### GOAL OF THE EXERCISE
Your response should be the complete listing, copied exactly.
★ ★ ★ ★ ★
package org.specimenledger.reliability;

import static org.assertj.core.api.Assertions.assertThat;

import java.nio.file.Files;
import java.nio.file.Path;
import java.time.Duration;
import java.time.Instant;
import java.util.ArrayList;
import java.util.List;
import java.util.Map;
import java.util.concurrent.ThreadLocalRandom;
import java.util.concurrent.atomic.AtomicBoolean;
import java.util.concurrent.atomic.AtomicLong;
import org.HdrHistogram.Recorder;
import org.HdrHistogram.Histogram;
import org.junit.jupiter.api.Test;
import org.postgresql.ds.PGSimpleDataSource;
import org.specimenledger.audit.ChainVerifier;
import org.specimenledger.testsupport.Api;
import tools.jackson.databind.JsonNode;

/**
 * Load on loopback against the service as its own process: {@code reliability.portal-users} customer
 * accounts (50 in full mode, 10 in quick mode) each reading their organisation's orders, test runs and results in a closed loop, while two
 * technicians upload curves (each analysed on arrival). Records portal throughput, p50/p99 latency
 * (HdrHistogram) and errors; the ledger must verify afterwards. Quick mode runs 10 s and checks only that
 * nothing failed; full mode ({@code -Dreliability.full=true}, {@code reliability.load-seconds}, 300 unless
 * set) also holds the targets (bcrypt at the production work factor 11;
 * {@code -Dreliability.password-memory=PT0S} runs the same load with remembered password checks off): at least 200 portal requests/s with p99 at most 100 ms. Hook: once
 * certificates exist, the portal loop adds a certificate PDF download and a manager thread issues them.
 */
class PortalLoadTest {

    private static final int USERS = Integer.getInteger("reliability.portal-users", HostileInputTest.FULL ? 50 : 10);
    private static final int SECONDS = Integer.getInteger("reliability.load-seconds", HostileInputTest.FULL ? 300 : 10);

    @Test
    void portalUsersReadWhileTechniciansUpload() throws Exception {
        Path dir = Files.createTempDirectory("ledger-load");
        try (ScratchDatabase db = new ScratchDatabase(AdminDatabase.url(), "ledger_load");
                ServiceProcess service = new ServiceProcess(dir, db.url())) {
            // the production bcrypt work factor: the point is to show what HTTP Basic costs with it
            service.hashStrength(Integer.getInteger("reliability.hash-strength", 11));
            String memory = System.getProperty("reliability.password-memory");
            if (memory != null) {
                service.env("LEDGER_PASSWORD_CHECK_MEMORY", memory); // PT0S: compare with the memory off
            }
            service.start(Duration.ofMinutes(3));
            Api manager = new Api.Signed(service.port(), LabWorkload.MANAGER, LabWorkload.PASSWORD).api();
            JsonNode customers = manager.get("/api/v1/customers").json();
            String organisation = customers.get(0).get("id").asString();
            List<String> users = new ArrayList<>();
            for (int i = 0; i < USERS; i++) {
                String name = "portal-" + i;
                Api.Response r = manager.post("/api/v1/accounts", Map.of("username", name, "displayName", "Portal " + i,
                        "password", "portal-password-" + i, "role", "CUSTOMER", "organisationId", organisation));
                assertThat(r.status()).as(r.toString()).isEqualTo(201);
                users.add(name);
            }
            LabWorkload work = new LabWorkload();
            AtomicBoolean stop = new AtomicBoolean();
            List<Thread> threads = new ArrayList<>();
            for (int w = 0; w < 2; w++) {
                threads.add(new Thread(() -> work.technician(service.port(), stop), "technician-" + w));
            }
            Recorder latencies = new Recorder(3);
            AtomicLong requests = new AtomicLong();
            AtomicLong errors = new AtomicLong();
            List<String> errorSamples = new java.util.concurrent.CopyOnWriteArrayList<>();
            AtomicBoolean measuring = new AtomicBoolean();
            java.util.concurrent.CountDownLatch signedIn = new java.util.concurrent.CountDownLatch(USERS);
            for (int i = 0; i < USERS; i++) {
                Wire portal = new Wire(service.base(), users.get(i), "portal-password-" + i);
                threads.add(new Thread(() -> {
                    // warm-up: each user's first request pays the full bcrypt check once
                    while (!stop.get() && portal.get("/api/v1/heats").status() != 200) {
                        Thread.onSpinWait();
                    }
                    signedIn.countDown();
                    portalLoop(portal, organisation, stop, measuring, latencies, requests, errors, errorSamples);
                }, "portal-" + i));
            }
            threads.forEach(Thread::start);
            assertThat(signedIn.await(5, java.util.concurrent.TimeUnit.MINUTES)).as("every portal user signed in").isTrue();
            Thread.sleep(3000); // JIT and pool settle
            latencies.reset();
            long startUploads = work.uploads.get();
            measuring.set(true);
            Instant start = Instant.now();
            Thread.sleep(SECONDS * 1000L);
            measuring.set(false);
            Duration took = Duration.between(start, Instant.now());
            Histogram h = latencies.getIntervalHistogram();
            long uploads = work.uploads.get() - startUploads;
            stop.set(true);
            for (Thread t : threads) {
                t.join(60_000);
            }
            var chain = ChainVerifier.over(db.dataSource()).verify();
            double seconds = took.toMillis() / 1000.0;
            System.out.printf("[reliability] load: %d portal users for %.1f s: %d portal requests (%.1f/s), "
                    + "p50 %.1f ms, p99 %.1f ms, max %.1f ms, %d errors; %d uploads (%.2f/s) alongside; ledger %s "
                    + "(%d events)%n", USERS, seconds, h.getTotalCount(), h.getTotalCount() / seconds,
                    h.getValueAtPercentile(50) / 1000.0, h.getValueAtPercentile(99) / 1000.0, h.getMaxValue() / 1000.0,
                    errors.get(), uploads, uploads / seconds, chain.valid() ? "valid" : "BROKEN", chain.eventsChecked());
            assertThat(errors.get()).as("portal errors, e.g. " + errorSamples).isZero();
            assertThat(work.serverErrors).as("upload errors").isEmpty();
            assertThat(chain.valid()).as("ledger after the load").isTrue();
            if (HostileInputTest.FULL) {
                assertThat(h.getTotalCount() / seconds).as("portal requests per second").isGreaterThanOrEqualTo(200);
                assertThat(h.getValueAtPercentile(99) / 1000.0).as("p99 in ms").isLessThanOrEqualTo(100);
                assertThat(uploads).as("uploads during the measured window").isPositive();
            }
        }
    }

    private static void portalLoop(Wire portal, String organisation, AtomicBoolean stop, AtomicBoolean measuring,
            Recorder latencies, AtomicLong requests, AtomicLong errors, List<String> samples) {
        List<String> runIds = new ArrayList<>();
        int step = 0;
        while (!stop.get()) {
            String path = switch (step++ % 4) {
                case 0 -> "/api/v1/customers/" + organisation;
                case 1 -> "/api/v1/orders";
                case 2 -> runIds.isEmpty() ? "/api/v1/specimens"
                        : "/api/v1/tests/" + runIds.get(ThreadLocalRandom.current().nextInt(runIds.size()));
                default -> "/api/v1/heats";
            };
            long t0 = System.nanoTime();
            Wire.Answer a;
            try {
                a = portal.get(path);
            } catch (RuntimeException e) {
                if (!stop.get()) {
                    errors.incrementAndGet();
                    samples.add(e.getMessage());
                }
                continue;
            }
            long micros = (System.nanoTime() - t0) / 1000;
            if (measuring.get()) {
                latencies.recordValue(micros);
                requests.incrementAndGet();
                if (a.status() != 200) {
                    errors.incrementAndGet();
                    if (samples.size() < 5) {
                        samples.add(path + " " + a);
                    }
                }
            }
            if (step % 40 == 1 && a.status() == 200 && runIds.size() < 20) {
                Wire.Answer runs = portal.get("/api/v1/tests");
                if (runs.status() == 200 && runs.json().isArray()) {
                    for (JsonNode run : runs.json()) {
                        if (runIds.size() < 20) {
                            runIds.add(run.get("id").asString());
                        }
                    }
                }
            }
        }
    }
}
★ ★ ★ ★ ★
### EXPECTED ANSWER
package org.specimenledger.reliability;

import static org.assertj.core.api.Assertions.assertThat;

import java.nio.file.Files;
import java.nio.file.Path;
import java.time.Duration;
import java.time.Instant;
import java.util.ArrayList;
import java.util.List;
import java.util.Map;
import java.util.concurrent.ThreadLocalRandom;
import java.util.concurrent.atomic.AtomicBoolean;
import java.util.concurrent.atomic.AtomicLong;
import org.HdrHistogram.Recorder;
import org.HdrHistogram.Histogram;
import org.junit.jupiter.api.Test;
import org.postgresql.ds.PGSimpleDataSource;
import org.specimenledger.audit.ChainVerifier;
import org.specimenledger.testsupport.Api;
import tools.jackson.databind.JsonNode;

/**
 * Load on loopback against the service as its own process: {@code reliability.portal-users} customer
 * accounts (50 in full mode, 10 in quick mode) each reading their organisation's orders, test runs and results in a closed loop, while two
 * technicians upload curves (each analysed on arrival). Records portal throughput, p50/p99 latency
 * (HdrHistogram) and errors; the ledger must verify afterwards. Quick mode runs 10 s and checks only that
 * nothing failed; full mode ({@code -Dreliability.full=true}, {@code reliability.load-seconds}, 300 unless
 * set) also holds the targets (bcrypt at the production work factor 11;
 * {@code -Dreliability.password-memory=PT0S} runs the same load with remembered password checks off): at least 200 portal requests/s with p99 at most 100 ms. Hook: once
 * certificates exist, the portal loop adds a certificate PDF download and a manager thread issues them.
 */
class PortalLoadTest {

    private static final int USERS = Integer.getInteger("reliability.portal-users", HostileInputTest.FULL ? 50 : 10);
    private static final int SECONDS = Integer.getInteger("reliability.load-seconds", HostileInputTest.FULL ? 300 : 10);

    @Test
    void portalUsersReadWhileTechniciansUpload() throws Exception {
        Path dir = Files.createTempDirectory("ledger-load");
        try (ScratchDatabase db = new ScratchDatabase(AdminDatabase.url(), "ledger_load");
                ServiceProcess service = new ServiceProcess(dir, db.url())) {
            // the production bcrypt work factor: the point is to show what HTTP Basic costs with it
            service.hashStrength(Integer.getInteger("reliability.hash-strength", 11));
            String memory = System.getProperty("reliability.password-memory");
            if (memory != null) {
                service.env("LEDGER_PASSWORD_CHECK_MEMORY", memory); // PT0S: compare with the memory off
            }
            service.start(Duration.ofMinutes(3));
            Api manager = new Api.Signed(service.port(), LabWorkload.MANAGER, LabWorkload.PASSWORD).api();
            JsonNode customers = manager.get("/api/v1/customers").json();
            String organisation = customers.get(0).get("id").asString();
            List<String> users = new ArrayList<>();
            for (int i = 0; i < USERS; i++) {
                String name = "portal-" + i;
                Api.Response r = manager.post("/api/v1/accounts", Map.of("username", name, "displayName", "Portal " + i,
                        "password", "portal-password-" + i, "role", "CUSTOMER", "organisationId", organisation));
                assertThat(r.status()).as(r.toString()).isEqualTo(201);
                users.add(name);
            }
            LabWorkload work = new LabWorkload();
            AtomicBoolean stop = new AtomicBoolean();
            List<Thread> threads = new ArrayList<>();
            for (int w = 0; w < 2; w++) {
                threads.add(new Thread(() -> work.technician(service.port(), stop), "technician-" + w));
            }
            Recorder latencies = new Recorder(3);
            AtomicLong requests = new AtomicLong();
            AtomicLong errors = new AtomicLong();
            List<String> errorSamples = new java.util.concurrent.CopyOnWriteArrayList<>();
            AtomicBoolean measuring = new AtomicBoolean();
            java.util.concurrent.CountDownLatch signedIn = new java.util.concurrent.CountDownLatch(USERS);
            for (int i = 0; i < USERS; i++) {
                Wire portal = new Wire(service.base(), users.get(i), "portal-password-" + i);
                threads.add(new Thread(() -> {
                    // warm-up: each user's first request pays the full bcrypt check once
                    while (!stop.get() && portal.get("/api/v1/heats").status() != 200) {
                        Thread.onSpinWait();
                    }
                    signedIn.countDown();
                    portalLoop(portal, organisation, stop, measuring, latencies, requests, errors, errorSamples);
                }, "portal-" + i));
            }
            threads.forEach(Thread::start);
            assertThat(signedIn.await(5, java.util.concurrent.TimeUnit.MINUTES)).as("every portal user signed in").isTrue();
            Thread.sleep(3000); // JIT and pool settle
            latencies.reset();
            long startUploads = work.uploads.get();
            measuring.set(true);
            Instant start = Instant.now();
            Thread.sleep(SECONDS * 1000L);
            measuring.set(false);
            Duration took = Duration.between(start, Instant.now());
            Histogram h = latencies.getIntervalHistogram();
            long uploads = work.uploads.get() - startUploads;
            stop.set(true);
            for (Thread t : threads) {
                t.join(60_000);
            }
            var chain = ChainVerifier.over(db.dataSource()).verify();
            double seconds = took.toMillis() / 1000.0;
            System.out.printf("[reliability] load: %d portal users for %.1f s: %d portal requests (%.1f/s), "
                    + "p50 %.1f ms, p99 %.1f ms, max %.1f ms, %d errors; %d uploads (%.2f/s) alongside; ledger %s "
                    + "(%d events)%n", USERS, seconds, h.getTotalCount(), h.getTotalCount() / seconds,
                    h.getValueAtPercentile(50) / 1000.0, h.getValueAtPercentile(99) / 1000.0, h.getMaxValue() / 1000.0,
                    errors.get(), uploads, uploads / seconds, chain.valid() ? "valid" : "BROKEN", chain.eventsChecked());
            assertThat(errors.get()).as("portal errors, e.g. " + errorSamples).isZero();
            assertThat(work.serverErrors).as("upload errors").isEmpty();
            assertThat(chain.valid()).as("ledger after the load").isTrue();
            if (HostileInputTest.FULL) {
                assertThat(h.getTotalCount() / seconds).as("portal requests per second").isGreaterThanOrEqualTo(200);
                assertThat(h.getValueAtPercentile(99) / 1000.0).as("p99 in ms").isLessThanOrEqualTo(100);
                assertThat(uploads).as("uploads during the measured window").isPositive();
            }
        }
    }

    private static void portalLoop(Wire portal, String organisation, AtomicBoolean stop, AtomicBoolean measuring,
            Recorder latencies, AtomicLong requests, AtomicLong errors, List<String> samples) {
        List<String> runIds = new ArrayList<>();
        int step = 0;
        while (!stop.get()) {
            String path = switch (step++ % 4) {
                case 0 -> "/api/v1/customers/" + organisation;
                case 1 -> "/api/v1/orders";
                case 2 -> runIds.isEmpty() ? "/api/v1/specimens"
                        : "/api/v1/tests/" + runIds.get(ThreadLocalRandom.current().nextInt(runIds.size()));
                default -> "/api/v1/heats";
            };
            long t0 = System.nanoTime();
            Wire.Answer a;
            try {
                a = portal.get(path);
            } catch (RuntimeException e) {
                if (!stop.get()) {
                    errors.incrementAndGet();
                    samples.add(e.getMessage());
                }
                continue;
            }
            long micros = (System.nanoTime() - t0) / 1000;
            if (measuring.get()) {
                latencies.recordValue(micros);
                requests.incrementAndGet();
                if (a.status() != 200) {
                    errors.incrementAndGet();
                    if (samples.size() < 5) {
                        samples.add(path + " " + a);
                    }
                }
            }
            if (step % 40 == 1 && a.status() == 200 && runIds.size() < 20) {
                Wire.Answer runs = portal.get("/api/v1/tests");
                if (runs.status() == 200 && runs.json().isArray()) {
                    for (JsonNode run : runs.json()) {
                        if (runIds.size() < 20) {
                            runIds.add(run.get("id").asString());
                        }
                    }
                }
            }
        }
    }
}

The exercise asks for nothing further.